» Requirement: Pull every line with "pool" from the material.
Start of Data shown
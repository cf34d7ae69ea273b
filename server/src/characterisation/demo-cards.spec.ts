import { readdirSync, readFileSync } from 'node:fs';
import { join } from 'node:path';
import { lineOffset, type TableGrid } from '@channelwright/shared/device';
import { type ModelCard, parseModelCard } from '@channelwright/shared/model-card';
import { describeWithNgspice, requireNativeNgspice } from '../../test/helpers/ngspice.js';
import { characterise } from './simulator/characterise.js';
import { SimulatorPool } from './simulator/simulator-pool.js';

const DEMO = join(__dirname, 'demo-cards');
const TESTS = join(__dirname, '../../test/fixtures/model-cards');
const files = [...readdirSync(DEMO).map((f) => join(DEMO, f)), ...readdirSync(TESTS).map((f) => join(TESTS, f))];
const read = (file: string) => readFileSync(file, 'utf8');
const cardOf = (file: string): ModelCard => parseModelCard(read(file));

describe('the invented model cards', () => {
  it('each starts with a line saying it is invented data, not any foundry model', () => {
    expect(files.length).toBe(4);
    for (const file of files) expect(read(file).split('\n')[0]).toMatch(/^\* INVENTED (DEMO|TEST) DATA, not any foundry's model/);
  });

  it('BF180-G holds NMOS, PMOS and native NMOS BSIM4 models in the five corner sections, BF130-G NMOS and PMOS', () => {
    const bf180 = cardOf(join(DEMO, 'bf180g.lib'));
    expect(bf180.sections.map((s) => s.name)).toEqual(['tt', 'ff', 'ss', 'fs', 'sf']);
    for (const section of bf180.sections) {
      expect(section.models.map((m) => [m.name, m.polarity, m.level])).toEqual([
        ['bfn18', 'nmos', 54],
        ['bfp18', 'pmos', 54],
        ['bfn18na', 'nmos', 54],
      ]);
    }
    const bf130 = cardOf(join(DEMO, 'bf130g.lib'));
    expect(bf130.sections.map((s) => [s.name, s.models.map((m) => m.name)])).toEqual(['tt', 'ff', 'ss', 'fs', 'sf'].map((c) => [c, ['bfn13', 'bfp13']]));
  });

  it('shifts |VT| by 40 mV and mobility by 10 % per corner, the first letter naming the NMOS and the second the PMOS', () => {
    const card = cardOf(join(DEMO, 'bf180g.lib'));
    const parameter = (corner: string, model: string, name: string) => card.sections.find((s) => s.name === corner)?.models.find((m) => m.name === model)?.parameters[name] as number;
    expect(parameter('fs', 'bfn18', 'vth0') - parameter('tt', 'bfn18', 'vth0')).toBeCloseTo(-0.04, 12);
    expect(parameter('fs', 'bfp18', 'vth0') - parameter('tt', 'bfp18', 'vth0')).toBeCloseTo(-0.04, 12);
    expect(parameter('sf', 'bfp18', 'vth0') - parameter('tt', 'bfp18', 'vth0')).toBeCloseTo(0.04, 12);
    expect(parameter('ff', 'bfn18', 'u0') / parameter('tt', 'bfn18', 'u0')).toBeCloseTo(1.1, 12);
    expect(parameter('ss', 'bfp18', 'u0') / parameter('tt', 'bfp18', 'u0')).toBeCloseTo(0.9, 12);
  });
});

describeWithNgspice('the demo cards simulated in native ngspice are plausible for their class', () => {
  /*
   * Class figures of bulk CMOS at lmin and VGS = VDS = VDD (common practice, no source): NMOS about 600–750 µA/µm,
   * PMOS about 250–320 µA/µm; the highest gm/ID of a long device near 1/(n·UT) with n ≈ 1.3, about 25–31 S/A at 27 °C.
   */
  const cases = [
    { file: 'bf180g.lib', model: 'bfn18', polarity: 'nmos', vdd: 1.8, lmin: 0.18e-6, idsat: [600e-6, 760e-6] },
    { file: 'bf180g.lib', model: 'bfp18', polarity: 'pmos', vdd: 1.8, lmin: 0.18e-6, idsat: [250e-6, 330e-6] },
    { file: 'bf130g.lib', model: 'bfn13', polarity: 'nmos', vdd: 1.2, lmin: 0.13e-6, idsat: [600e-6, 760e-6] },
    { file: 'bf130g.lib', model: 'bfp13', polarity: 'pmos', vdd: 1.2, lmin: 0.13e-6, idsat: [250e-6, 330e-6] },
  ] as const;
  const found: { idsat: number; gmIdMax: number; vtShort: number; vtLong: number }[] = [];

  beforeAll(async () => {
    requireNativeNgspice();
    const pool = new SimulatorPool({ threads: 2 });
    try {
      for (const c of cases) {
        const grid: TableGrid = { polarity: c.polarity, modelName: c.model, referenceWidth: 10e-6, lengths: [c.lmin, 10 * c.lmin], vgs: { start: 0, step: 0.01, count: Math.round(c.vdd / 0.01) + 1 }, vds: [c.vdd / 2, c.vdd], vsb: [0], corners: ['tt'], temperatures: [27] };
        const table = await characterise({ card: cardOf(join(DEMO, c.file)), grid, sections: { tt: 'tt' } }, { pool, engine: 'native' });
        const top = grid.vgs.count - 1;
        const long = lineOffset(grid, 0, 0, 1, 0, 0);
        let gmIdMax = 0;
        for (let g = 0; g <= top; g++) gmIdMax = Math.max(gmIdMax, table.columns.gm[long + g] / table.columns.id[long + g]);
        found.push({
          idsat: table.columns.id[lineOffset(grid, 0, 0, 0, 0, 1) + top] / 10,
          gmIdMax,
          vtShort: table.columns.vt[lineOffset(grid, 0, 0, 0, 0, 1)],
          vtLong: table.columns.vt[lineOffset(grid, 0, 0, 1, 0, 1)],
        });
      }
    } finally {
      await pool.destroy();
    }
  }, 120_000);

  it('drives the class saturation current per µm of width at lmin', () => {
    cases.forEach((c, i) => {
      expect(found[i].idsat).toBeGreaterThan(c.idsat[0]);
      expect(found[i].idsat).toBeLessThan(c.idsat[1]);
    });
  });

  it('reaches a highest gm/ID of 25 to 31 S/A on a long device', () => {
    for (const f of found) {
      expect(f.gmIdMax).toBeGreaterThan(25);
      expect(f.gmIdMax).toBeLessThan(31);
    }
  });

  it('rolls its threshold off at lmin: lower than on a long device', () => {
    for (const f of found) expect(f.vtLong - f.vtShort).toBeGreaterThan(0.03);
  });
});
End of Data shown
» Output of the exercise:
import { SimulatorPool } from './simulator/simulator-pool.js';
    const pool = new SimulatorPool({ threads: 2 });
        const table = await characterise({ card: cardOf(join(DEMO, c.file)), grid, sections: { tt: 'tt' } }, { pool, engine: 'native' });
      await pool.destroy();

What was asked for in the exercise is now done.